Discussion of the Issue of Contributory Negligence
[100]        As Lord Glennie said in Ashbridge v Christian Salvesen at paragraph [25]: “The question of contributory negligence involves not only a consideration of the conduct of the pursuer but also an analysis of what it is the statutory regulations and the common law duty of the care are designed to guard against”.  Regulation 17 deals with the provision and layout of traffic routes and requires that every workplace is to be organised in such a way that pedestrians can circulate in a safe manner and traffic routes in a workplace require to be suitable for persons using them.  As Lord Glennie also observed in Ashbridge at paragraph [25]:

“It is a feature of every working environment that there will be moments of carelessness or lack of concentration.  It is in part to guard against danger arising in such an environment from such carelessness or lack of concentration that the regulations assume a role of great importance.  It follows that the purpose of the regulations would be defeated if a finding of contributory negligence were made whenever an employee was careless and by his carelessness contributed to the accident…It is, therefore, the exceptional case rather than the norm where a finding of contributory negligence will be made.” 

 

[101]        In that case, Lord Glennie held, at paragraph [26], that the pursuer’s actions had gone beyond the sort of carelessness or inadvertence he had described and that his attitude had been “cavalier in the extreme”.  The pursuer in that case had known what he was doing “was dangerous”, and his responsibility for the accident was assessed at 50 per cent. 

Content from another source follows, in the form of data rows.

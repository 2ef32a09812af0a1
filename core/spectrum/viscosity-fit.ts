/**
 * Zero-shear viscosity from the reduced complex-viscosity curve |η*|(ω_r) by a Cross or a
 * Carreau–Yasuda fit in log space (η∞ = 0):
 *   Cross (Cross, J. Colloid Sci. 20, 1965):  η = η0 / (1 + (λω)^m)
 *   Carreau–Yasuda (Yasuda, Armstrong & Cohen, Rheol. Acta 20, 1981):  η = η0 [1 + (λω)^a]^((n−1)/a)
 * By default both are fitted and the data choose: Carreau–Yasuda when its extra transition
 * parameter earns its place (AICc lower by more than 2; Burnham & Anderson 2002), else Cross. The
 * curve is log-binned first (log-bins.ts), each bin weighted by its standard error, so the fit
 * costs the same at any number of points. Cross approaches η0 as ω^m with m < 1 usually; a liquid
 * that reaches its terminal zone approaches it as ω² (|η*| = η0(1 − O(ω²)) for any Prony series,
 * Ferry 1980, ch. 3), which Carreau–Yasuda follows with a ≈ 2 and Cross cannot: on such curves
 * Cross overshoots η0.
 * Applying it to shear viscosity η(γ̇) assumes the Cox–Merz rule η(γ̇) ≈ |η*|(ω) at γ̇ = ω
 * (Cox & Merz, J. Polym. Sci. 28, 1958), an empirical rule that fails for many filled or
 * structured materials.
 */
import { levenbergMarquardtFit } from '../models/levenberg-marquardt-fit';
import type { FitStatus } from '../models/types';
import { densestRun, logBins } from './log-bins';
import type { SpectrumWarning } from './types';

export type ViscosityModel = 'cross' | 'carreau-yasuda';

export interface ViscosityLawFit extends FitStatus {
  model: ViscosityModel;
  /** η0, Pa·s. */
  zeroShearViscosityPaS: number;
  /** Standard error of log10 η0 (decades). */
  log10ZeroShearViscosityStdErr: number;
  /** λ, s. */
  timeConstantS: number;
  /** Cross: exponent m. Carreau–Yasuda: power-law index n. */
  exponent: number;
  /** Carreau–Yasuda transition parameter a (NaN for Cross). */
  transition: number;
  /** RMS of log10(model/measured) over the bins, decades. */
  rmsLog10: number;
  /** Small-sample AICc of the weighted fit (lower is better). */
  aicc: number;
}

export interface ViscosityFitResult extends ViscosityLawFit {
  /** The fits of both laws when both were tried (the chosen one is repeated at the top level). */
  candidates: ViscosityLawFit[];
  /** Why this law: one sentence. */
  choice: string;
  /**
   * |η*| at the lowest reduced frequency (mean of the lowest bin, 1/binsPerDecade of a decade),
   * Pa·s: a model-free lower bound for η0 of a liquid (|η*| falls with ω for any Prony series).
   */
  lowestFrequencyViscosityPaS: number;
  /** Reduced frequency of that bin, rad/s. */
  lowestFrequencyRadPerS: number;
  /** Standard error of log10 of that bin's |η*|, decades. */
  lowestFrequencyLog10StdErr: number;
  /** η0 against the model-free bound: above it, below it within the bin's noise (2 s.e.), or below. */
  bound: 'above' | 'within-noise' | 'below';
  /** True when the lowest frequency's |η*| is below 90 % of η0: η0 lies beyond the data. */
  extrapolated: boolean;
  /** The Cox–Merz note to show with the result. */
  note: string;
  warnings: SpectrumWarning[];
}

const COX_MERZ =
  'η0 from the oscillatory master curve. Reading it as steady-shear viscosity η(γ̇) relies on the Cox–Merz rule (Cox & Merz 1958), which is empirical: confirm by steady-shear testing.';

function evaluate(model: ViscosityModel, p: number[], lw: number): number {
  // indexed, not destructured: called some 10⁵ times per fit, often before it is optimised;
  // log10(1 + (λω)^e) as ln(1 + e^(e·ln λω))/ln 10: exp and log1p cost far less than two powers
  const lx = (p[1] + lw) * Math.LN10; // ln λω
  if (model === 'cross') return p[0] - Math.log1p(Math.exp(p[2] * lx)) / Math.LN10;
  return p[0] + ((p[2] - 1) / (p[3] * Math.LN10)) * Math.log1p(Math.exp(p[3] * lx));
}

/** One law fitted to binned log10 |η*| (x ascending) with statistical weights w. */
function fitLaw(model: ViscosityModel, x: number[], y: number[], w: number[]): ViscosityLawFit {
  if (model === 'cross') return fitLawFrom(model, x, y, w, NaN);
  // the Carreau–Yasuda sum of squares has several minima in a; start from a few (common practice)
  const starts = [0.5, 1, 2, 4];
  let best: ViscosityLawFit | null = null;
  for (const a of starts) {
    const f = fitLawFrom(model, x, y, w, a);
    if (!best || (f.converged && (!best.converged || f.aicc < best.aicc))) best = f;
  }
  return best!;
}

/** One fit from one starting transition parameter a0 (Carreau–Yasuda; ignored for Cross). */
function fitLawFrom(
  model: ViscosityModel,
  x: number[],
  y: number[],
  w: number[],
  a0: number,
): ViscosityLawFit {
  const m = x.length;
  let eta0 = -Infinity;
  for (const v of y) if (v > eta0) eta0 = v;
  // starting values: η0 from the low-frequency end, λ where |η*| has fallen to half of it,
  // the exponent from the high-frequency slope
  const half = x.find((_, i) => y[i] < eta0 - Math.log10(2)) ?? x[m - 1];
  const k = Math.max(1, m - 3);
  const slope = (y[m - 1] - y[k - 1]) / (x[m - 1] - x[k - 1] || 1);
  const m0 = Math.min(1, Math.max(0.2, -slope));
  const initial = model === 'cross' ? [eta0, -half, m0] : [eta0, -half, Math.max(0.05, 1 - m0), a0];
  const span = x[m - 1] - x[0];
  const lm = levenbergMarquardtFit(
    {
      x,
      y,
      weights: w,
      model: (p) => (v) => evaluate(model, p, v),
      initial,
      min: model === 'cross' ? [eta0 - 6, -x[m - 1] - 6, 0.05] : [eta0 - 6, -x[m - 1] - 1, 0, 0.1],
      // Carreau–Yasuda's knee 1/λ is kept within 2 decades below to 1 above the data: beyond
      // that λ and n trade off without bound (a power law)
      max: model === 'cross' ? [eta0 + 6, -x[0] + 6, 1.5] : [eta0 + 6, -x[0] + 2, 1, 10],
    },
    { step: initial.map(() => 1e-6 * Math.max(1, span)) },
  );
  const p = lm.params;
  const res = x.map((v, i) => y[i] - evaluate(model, p, v));
  const np = initial.length;
  const chi = lm.weightedSumSquares;
  return {
    model,
    zeroShearViscosityPaS: 10 ** p[0],
    log10ZeroShearViscosityStdErr: Math.sqrt(lm.covariance[0][0]),
    timeConstantS: 10 ** p[1],
    exponent: p[2],
    transition: model === 'cross' ? NaN : p[3],
    rmsLog10: Math.sqrt(res.reduce((s, r) => s + r * r, 0) / res.length),
    aicc: m - np - 1 > 0 ? chi + 2 * np + (2 * np * (np + 1)) / (m - np - 1) : NaN,
    converged: lm.converged,
    iterations: lm.iterations,
    reason: lm.reason,
  };
}

const NAME: Record<ViscosityModel, string> = { cross: 'Cross', 'carreau-yasuda': 'Carreau–Yasuda' };

/**
 * Fits the reduced |η*|(ω_r) curve (Pa·s against rad/s): `model` 'auto' (default) fits both laws
 * and keeps the one the data support, or fits the one named.
 */
export function fitViscosityCurve(
  omegaRadPerS: ArrayLike<number>,
  complexViscosityPaS: ArrayLike<number>,
  model: ViscosityModel | 'auto' = 'auto',
  options: { binsPerDecade?: number } = {},
): ViscosityFitResult {
  if (omegaRadPerS.length !== complexViscosityPaS.length) {
    throw new RangeError('omegaRadPerS and complexViscosityPaS must have the same length');
  }
  if (model !== 'cross' && model !== 'carreau-yasuda' && model !== 'auto')
    throw new RangeError(`model must be 'auto', 'cross' or 'carreau-yasuda', got ${String(model)}`);
  const warnings: SpectrumWarning[] = [];
  let bad = 0;
  for (let i = 0; i < omegaRadPerS.length; i++) {
    const w = omegaRadPerS[i];
    const e = complexViscosityPaS[i];
    if (!(w > 0 && e > 0 && Number.isFinite(w + e)) && ++bad <= 20)
      warnings.push({
        pointIndex: i,
        message: `Point ${i + 1}: frequency or |η*| not positive; skipped.`,
      });
  }
  if (bad > 20)
    warnings.push({ pointIndex: -1, message: `${bad - 20} more unusable points were skipped.` });
  const bins = logBins(omegaRadPerS, [complexViscosityPaS], options.binsPerDecade ?? 20);
  const run = densestRun(bins);
  if (run.outside > 0)
    warnings.push({
      pointIndex: -1,
      message: `${run.outside} point(s) lie more than a decade from the rest of the curve and were left out of the viscosity fit.`,
    });
  const q = bins.quantities[0];
  const x: number[] = [];
  const y: number[] = [];
  const w: number[] = [];
  const se: number[] = [];
  for (let j = run.first; j <= run.last; j++) {
    if (!(q.count[j] > 0)) continue;
    x.push(bins.log10x[j]);
    y.push(q.log10y[j]);
    se.push(q.stdErr[j]);
    w.push(1 / (q.stdErr[j] * q.stdErr[j]));
  }
  const laws: ViscosityModel[] = model === 'auto' ? ['cross', 'carreau-yasuda'] : [model];
  const need = model === 'cross' ? 4 : 5;
  if (x.length < need)
    throw new RangeError(
      `A ${model === 'auto' ? 'Carreau–Yasuda' : NAME[model]} fit needs at least ${need} usable points (after binning to 1/${bins.binsPerDecade} decade)`,
    );
  const candidates = laws.map((l) => fitLaw(l, x, y, w));
  let chosen = candidates[0];
  let choice = `${NAME[chosen.model]} law, as asked.`;
  if (model === 'auto') {
    const [cross, cy] = candidates;
    if (cy.converged && (!cross.converged || cy.aicc < cross.aicc - 2)) {
      chosen = cy;
      choice = cross.converged
        ? `Carreau–Yasuda: its transition parameter describes the data better than Cross (AICc ${cy.aicc.toFixed(1)} against ${cross.aicc.toFixed(1)}).`
        : 'Carreau–Yasuda: the Cross fit did not converge.';
    } else {
      chosen = cross;
      choice = cy.converged
        ? `Cross: Carreau–Yasuda's extra parameter does not earn its place (AICc ${cy.aicc.toFixed(1)} against ${cross.aicc.toFixed(1)}).`
        : 'Cross: the Carreau–Yasuda fit did not converge.';
    }
  }
  const lowest = 10 ** y[0];
  const lowSe = se[0];
  const eta0 = chosen.zeroShearViscosityPaS;
  const ratio = Math.log10(eta0) - y[0];
  return {
    ...chosen,
    candidates,
    choice,
    lowestFrequencyViscosityPaS: lowest,
    lowestFrequencyRadPerS: 10 ** x[0],
    lowestFrequencyLog10StdErr: lowSe,
    bound: ratio >= 0 ? 'above' : ratio >= -2 * lowSe ? 'within-noise' : 'below',
    extrapolated: lowest < 0.9 * eta0,
    note: COX_MERZ,
    warnings,
  };
}
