import { describe, expect, it } from 'vitest';
import { NO_OVERLAP_PENALTY, overlapMismatch, prepareOverlap } from '../../../core/shift';
import { shiftLawLog10aT } from '../../../core/synthetic';
import { make, MELT_WLF_PB, WLF_POLYBUTADIENE } from './fixtures';
import { expectAbsClose } from '../../helpers/assert-close';

describe('overlapMismatch()', () => {
  const { dataset, truth } = make(MELT_WLF_PB, 0.02, 4);
  const prepared = prepareOverlap(dataset, { referenceK: 298 });

  it('overlapMismatch() is smallest near the true shifts and grows away from them', () => {
    const at = overlapMismatch(prepared, truth.log10aT);
    expect(at).toBeGreaterThan(0);
    for (const d of [0.05, -0.05, 0.2])
      expect(
        overlapMismatch(
          prepared,
          truth.log10aT.map((v, k) => v + d * (k - 5)),
        ),
      ).toBeGreaterThan(at);
  });

  it('overlapMismatch() lets a WLF C1 be fitted directly to the data (grid over C1, C2 fixed)', () => {
    // Polybutadiene constants C1 = 3.44, C2 = 196.6 K at 298 K (Mark, Physical Properties of
    // Polymers Handbook) generated the data; scanning C1 should find it within 2 %.
    let best = { c1: 0, m: Infinity };
    for (let c1 = 2.5; c1 <= 4.5; c1 += 0.01) {
      const law = { ...WLF_POLYBUTADIENE, c1 } as const;
      const m = overlapMismatch(
        prepared,
        prepared.temperaturesK.map((T) => shiftLawLog10aT(law, T, 298)),
      );
      if (m < best.m) best = { c1, m };
    }
    expectAbsClose(best.c1, 3.44, 0.07, 'C1');
  });

  it('overlapMismatch() penalises shifts that push an isotherm out of every overlap', () => {
    const apart = truth.log10aT.map((v, k) => (k === 10 ? v - 20 : v));
    expect(overlapMismatch(prepared, apart)).toBeGreaterThanOrEqual(NO_OVERLAP_PENALTY);
  });

  it('overlapMismatch() throws on a wrong number of shifts', () => {
    expect(() => overlapMismatch(prepared, [0, 1])).toThrow(/11 log10aT/);
  });
});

[102]        In the present case, the pursuer’s actions came nowhere near such description and, in my assessment, did not go beyond momentary inadvertence or carelessness.  Mr Murray submitted that the pursuer had taken a “calculated risk” in diverting from the designated traffic route but, as I have already said, in my judgement (and in marked contrast to Wallis) that would not be a fair and accurate description of what happened in the present case.  The defenders’ position included a proposition to the effect that the pursuer had been trained to approach embedded rails in a direction perpendicular to their direction of travel. However, this was not established in the evidence.  It was also not put to the pursuer in cross-examination that he had had such training or that he should have stepped over the rails.  In my view, the actions taken by the pursuer in the heat of the moment when faced with the unexpected scene shown in the photograph, number 5/10 of process, when not specifically watching where he was placing his feet due to being distracted by the obstacles, would more fairly and accurately be described as amounting to momentary inadvertence or inattention.  A momentary lapse such as that which I am satisfied occurred in the present case falls short of amounting to a lack of reasonable care on the part of the pursuer.  I am, therefore, not persuaded that there should be any finding of contributory negligence in this case.

 

Decision
[103]        In conclusion, I find that both the case under regulation 17 and the common law case (in relation to the provision of a safe place of work) succeed and that the accident was not caused to any extent by the fault on the part of the pursuer.  I, therefore, find the defenders liable to the pursuer in the agreed sum of £5,500 with no reduction.